In summary, our contributions are as follows.

-Routine Recovery. We present a multistage approach to align FCGs where the calling routines are preserved as much as possible. -Edge Embedding Algorithm. We propose a method to embedding edges in FCGs, and an algorithm to recover caller-callee relationships between functions with abilities to distinguish modifications like function inline. -Scalable Design. Compared to existing algorithms, our algorithm is parallelable (the procedure can be speeded up via multi-processing) and incrementable (the results would be expanded when given extra knowledge) besides high precision. -Better Performance. Compared to popular commercial binary diffing tools, our prototype can perform 35% better precision and 25% better recall on average within cross-version binaries.

In this section, we address the problem to study, challenges facing, and reasonable ways to solve them. Some important symbols are defined as well.

Existing function matching methods can be roughly classified into two categories. One is pairwise matching, which searches common functions in a pair of programs. The other is library matching, which represents functions in brief forms (i.e., embedding) and searches a new function from a pre-built representation library. Function alignment is a kind of pairwise matching, but differs from function matching methods. Function matching methods aim to find two functions exactly the same. In contrast, function alignment tries to find functions of the same use (namely, functionally equal).
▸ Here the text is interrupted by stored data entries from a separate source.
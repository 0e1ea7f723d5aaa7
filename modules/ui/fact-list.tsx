import type { ReactNode } from 'react'
import { fonts } from './measures'
import { useColours } from './theme'

export type Fact = { name: string; value: ReactNode }

/** Names and values, as a list that a screen reader reads in pairs. */
export function FactList({ facts }: { facts: readonly Fact[] }) {
  const colours = useColours()
  return (
    <dl
      style={{
        display: 'grid',
        gridTemplateColumns: 'minmax(7em, max-content) 1fr',
        gap: '8px 16px',
        margin: 0,
        fontFamily: fonts.text,
        fontSize: 17,
        lineHeight: 1.4,
        color: colours.ink,
      }}
    >
      {facts.map(({ name, value }) => (
        <div key={name} style={{ display: 'contents' }}>
          <dt style={{ color: colours.inkSoft, fontSize: 15 }}>{name}</dt>
          <dd style={{ margin: 0, overflowWrap: 'anywhere' }}>{value}</dd>
        </div>
      ))}
    </dl>
  )
}
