import { useWindowDimensions } from 'react-native'

/** phone < 600 <= tablet < 840 <= desk < 1200 <= wide */
export type WindowClass = 'phone' | 'tablet' | 'desk' | 'wide'

export function windowClassOf(width: number): WindowClass {
  if (width < 600) return 'phone'
  if (width < 840) return 'tablet'
  return width < 1200 ? 'desk' : 'wide'
}

export function useWindowClass(): WindowClass {
  return windowClassOf(useWindowDimensions().width)
}

/** Height of the usual target: gloves on a phone or tablet, a mouse at a desk. */
export function useTargetHeight(): number {
  const windowClass = useWindowClass()
  return windowClass === 'phone' || windowClass === 'tablet' ? 56 : 44
}
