def far_kernel(directions: Floats, k: complex, centre: Floats) -> Kernel:
    """G and dG/dn of unit directions (k, 3): e^{ik d.(y - x_c)} / (4 pi)."""

    def of(y: Floats, n: Floats) -> tuple[Complex, Complex]:
        g = np.exp(1j * k * (directions @ (y - centre).T)) / (4 * np.pi)
        return g, 1j * k * (directions @ n.T) * g

    return of


@dataclass(frozen=True, eq=False)
class Exterior:
    """The outside of one envelope; `size` is the number of all unknowns of the system."""

    envelope: Envelope
    size: int

    @cached_property
    def matrices(self) -> tuple[sp.csr_matrix, sp.csr_matrix, sp.csr_matrix]:
        """K, C, M of the infinite elements, (size, size)."""
        return self.envelope.matrices(self.size)

    def operator(self, k: complex) -> sp.csr_matrix:
        """K + ikC - k^2 M: rho A_out."""
        stiffness, wave, mass = self.matrices
        return sp.csr_matrix(stiffness + 1j * k * wave - k * k * mass)

    def pressure_rows(self, points: Floats, k: complex) -> Complex:
        """Rows (m, size) with p(x) = row . u at points (m, 3) outside."""
        return self._rows(lambda at: point_kernel(at, k), np.atleast_2d(points), k, self._degree(points))

    def far_rows(self, directions: Floats, k: complex) -> Complex:
        """Rows (m, size) with F(d) = row . u [Pa m] for unit directions (m, 3) from the centre."""
        unit = np.atleast_2d(directions) / np.linalg.norm(np.atleast_2d(directions), axis=1, keepdims=True)
        centre = self.envelope.centre
        degree = 2 * self.envelope.dofs.max_order + _DEGREE
        return self._rows(lambda at: far_kernel(at, k, centre), unit, k, degree, directions=True)

    def _rows(
        self, kernel: Callable[[Floats], Kernel], x: Floats, k: complex, degree: int, *, directions: bool = False
    ) -> Complex:
        env = self.envelope
        at, traces = self._quadrature(degree)
        y, n, weights = at.points.reshape(-1, 3), at.normals.reshape(-1, 3), at.weights.ravel()
        g, slope = kernel(x)(y, n)
        if env.ground is not None:
            image = env.ground.mirror(np.zeros(3) if directions else env.centre, x)
            g_image, slope_image = kernel(image)(y, n)
            g, slope = g + env.ground.sign * g_image, slope + env.ground.sign * slope_image
        double = (slope * weights) @ traces
        free = ~env.held
        projected = np.zeros((len(env.trace), len(x)), dtype=np.complex128)
        projected[free] = self._project(traces[:, free].T @ (g * weights).T)
        stiffness, wave, mass = (part @ projected for part in self._to_trace)
        rows = np.asarray((stiffness + 1j * k * wave - k * k * mass).T, dtype=np.complex128)
        rows[:, env.trace] += double
        return rows

    @cached_property
    def _to_trace(self) -> tuple[sp.csr_matrix, ...]:
        """K^T, C^T, M^T (size, T): what the surface's own rows of the operator take from all unknowns."""
        return tuple(matrix[self.envelope.trace].T.tocsr() for matrix in self.matrices)

    def pressure(self, points: Floats, k: complex, field: Complex) -> Complex:
        """p (m, r) at points (m, 3) outside, of a field u (size, r): `pressure_rows` @ u, without the rows."""
        # the finer, the nearer: each rule met 1e-5 on a dome with faces of 2.6 radians where it is used
        degrees = (self._near_degree, self._usual_degree, self.envelope.dofs.max_order + _DEGREE)
        tier = np.digitize(self._clearance(points) / self._longest, _TIERS)
        out = np.zeros((len(points), field.shape[1]), dtype=np.complex128)
        for number in np.unique(tier):
            out[tier == number] = self._integrated(points[tier == number], k, field, degrees[number])
        return out

    def _integrated(self, points: Floats, k: complex, field: Complex, degree: int) -> Complex:
        """int (p dG/dn - G dp/dn) dS for many points, some at a time."""
        env = self.envelope
        y, n, pressure, flux = self._surface_values(degree, k, field)

        def of(x: Floats) -> Complex:
            return _summed(x, y, n, k, pressure, flux)

        found = []
        for x in np.array_split(points, len(points) * len(y) // _PAIRS + 1):
            found.append(of(x))
            if env.ground is not None:
                found[-1] += env.ground.sign * of(env.ground.mirror(env.centre, x))
        return np.concatenate(found)

    def _surface_values(self, degree: int, k: complex, field: Complex) -> tuple[Floats, Floats, Complex, Complex]:
        """Points and normals (q, 3) of the rule, and p and -dp/dn (q, r) of a field there, times the rule's weights."""
        env = self.envelope
        at, traces = self._quadrature(degree)
        free, weights = ~env.held, at.weights.reshape(-1, 1)
        pressure = weights * (traces @ field[env.trace])
        flux = weights * (traces[:, free] @ self._project((self.operator(k)[env.trace] @ field)[free]))
        return at.points.reshape(-1, 3), at.normals.reshape(-1, 3), pressure, flux

    def far(self, directions: Floats, k: complex, field: Complex) -> Complex:
        """F (m, r) [Pa m] in directions (m, 3), of a field u (size, r): `far_rows` @ u, without the rows."""
        unit = np.atleast_2d(directions) / np.linalg.norm(np.atleast_2d(directions), axis=1, keepdims=True)
        env = self.envelope
        y, n, pressure, flux = self._surface_values(env.dofs.max_order + _DEGREE, k, field)

        def of(d: Floats) -> Complex:
            g, slope = far_kernel(d, k, env.centre)(y, n)
            return np.asarray(slope @ pressure + g @ flux)

        found = []
        for d in np.array_split(unit, len(unit) * len(y) // _PAIRS + 1):
            found.append(of(d))
            if env.ground is not None:
                found[-1] += env.ground.sign * of(env.ground.mirror(np.zeros(3), d))
        return np.concatenate(found)

    def _project(self, moments: npt.NDArray[np.complexfloating[Any, Any]]) -> Complex:
        real, imag = (self._mass_factor.solve(np.ascontiguousarray(part)) for part in (moments.real, moments.imag))
        return np.asarray(real + 1j * imag, dtype=np.complex128)

    @cached_property
    def _mass_factor(self) -> spla.SuperLU:
        free = ~self.envelope.held
        return spla.splu(self.envelope.mass[free][:, free].tocsc())

    def _degree(self, points: Floats) -> int:
        near = float(self._clearance(np.atleast_2d(points)).min())
        return self._usual_degree if near > self._longest else self._near_degree

    @property
    def _usual_degree(self) -> int:
        return 2 * self.envelope.dofs.max_order + _DEGREE

    @property
    def _near_degree(self) -> int:
        return max(self._usual_degree, _NEAR_DEGREE)

    def _clearance(self, points: Floats) -> Floats:
        """Distance (m,) [m] of points (m, 3) to the nearest of some points of the surface."""
        return np.asarray(self._tree.query(points)[0])

    @cached_property
    def _tree(self) -> cKDTree:
        return cKDTree(self._quadrature(4)[0].points.reshape(-1, 3))

    @cached_property
    def _longest(self) -> float:
        return float(self.envelope.geometry.edge_lengths[self.envelope.tet].max())

    def _quadrature(self, degree: int) -> tuple[FacePoints, sp.csr_matrix]:
        held: dict[int, tuple[FacePoints, sp.csr_matrix]] = self._rules
        if degree not in held:
            held[degree] = self.envelope.points(degree)
        return held[degree]

    @cached_property
    def _rules(self) -> dict[int, tuple[FacePoints, sp.csr_matrix]]:
        return {}

    def beyond(self, points: Floats) -> npt.NDArray[np.bool_]:
        """Which points (m, 3) lie outside: above the surface where their ray from the centre leaves it; near it, where that
        is not sharp enough, those from which it (with its image) covers no solid angle."""
        env, x = self.envelope, np.atleast_2d(points)
        height = self._height(x)
        outside = height > 0
        close = np.flatnonzero(np.abs(height) < _SURE * self._longest)
        for some in np.array_split(close, len(close) // _FEW + 1):
            outside[some] = self._open(x[some])
        if env.ground is None:
            return np.asarray(outside)
        return np.asarray(outside & ((x - env.centre) @ np.asarray(env.ground.normal) >= -1e-9 * env.largest_radius))

    def _height(self, x: Floats) -> Floats:
        """Heights (m,) [m] above the planes that touch the surface nearest to the rays from its centre: it is star-shaped."""
        at, _ = self._quadrature(_NEAR_DEGREE)
        y, n = at.points.reshape(-1, 3), at.normals.reshape(-1, 3)
        arms, rays = x - self.envelope.centre, y - self.envelope.centre
        tree = cKDTree(rays / np.linalg.norm(rays, axis=1, keepdims=True))
        place = tree.query(arms / np.maximum(np.linalg.norm(arms, axis=1, keepdims=True), 1e-300))[1]
        return np.asarray(np.einsum("md,md->m", x - y[place], n[place]))

    def _open(self, x: Floats) -> npt.NDArray[np.bool_]:
        env = self.envelope
        at, _ = self._quadrature(_NEAR_DEGREE)
        y, flux = at.points.reshape(-1, 3), (at.normals * at.weights[..., None]).reshape(-1, 3)

        def covered(x: Floats) -> Floats:
            away = y[None] - x[:, None]
            return np.asarray(np.einsum("kqd,qd->k", away / np.linalg.norm(away, axis=2)[..., None] ** 3, flux) / (4 * np.pi))

        if env.ground is None:
            return np.asarray(covered(x) < 0.5)
        return np.asarray(covered(x) + covered(env.ground.mirror(env.centre, x)) < 0.5)

    def surface_power(self, field: Complex, k: complex, rho_omega: complex) -> float:
        """W = Re int p conj(v_n) dS / 2 [W] of a field u (size,): the power through the surface; rho_omega = rho w."""
        flux = -(self.operator(k)[self.envelope.trace] @ field)  # int N_a dp/dn dS
        velocity = 1j * flux / rho_omega  # v_n = i/(rho w) dp/dn
        return float(0.5 * np.real(np.vdot(velocity, field[self.envelope.trace])))

    def far_power(self, field: Complex, k: float, impedance: float, points: int = 0) -> float:
        """W = int |F|^2 dOmega / (2 rho c) [W] over the sphere, or over the half space above a ground plane, of a field
        (size,) or summed over fields (size, r)."""
        count = points or int(np.ceil(2 * k * self.envelope.largest_radius)) + 12
        directions, weights = sphere_rule(count)
        if self.envelope.ground is not None:
            weights = 0.5 * weights  # images make the pattern even about the plane
        pattern = self.far(directions, k, field.reshape(len(field), -1))
        return float(weights @ (np.abs(pattern) ** 2).sum(axis=1) / (2 * impedance))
Considering an example of algorithmic upgrade, suppose an old program A has a routine: "Input → Encrypt → MD5 → Output". And a new program B has a routine: "Input → Encrypt → SHA1 → Output". In both program A and B, the Input, Output and Encrypt are exactly the same. Usually, Function matching methods [7, 15] will mark the SHA1 and MD5 as different and the relationships with both Input and Output are ignored. But function alignment should mark that SHA1 and MD5 are of the same use (both are hash functions) and the calling routine stays successive. This makes alignment methods robust when figuring out the main routine of a program, especially when some components were changed. We regard alignment as a relationships-defined procedure, and formally define the function alignment as follows.

Function Alignment: given a target program P trgt and a template program P tmpl , function alignment aims to find a function mapping A(F tmpl ) → F trgt between FCGs from P tmpl to P trgt , where F trgt are functional equal to F tmpl .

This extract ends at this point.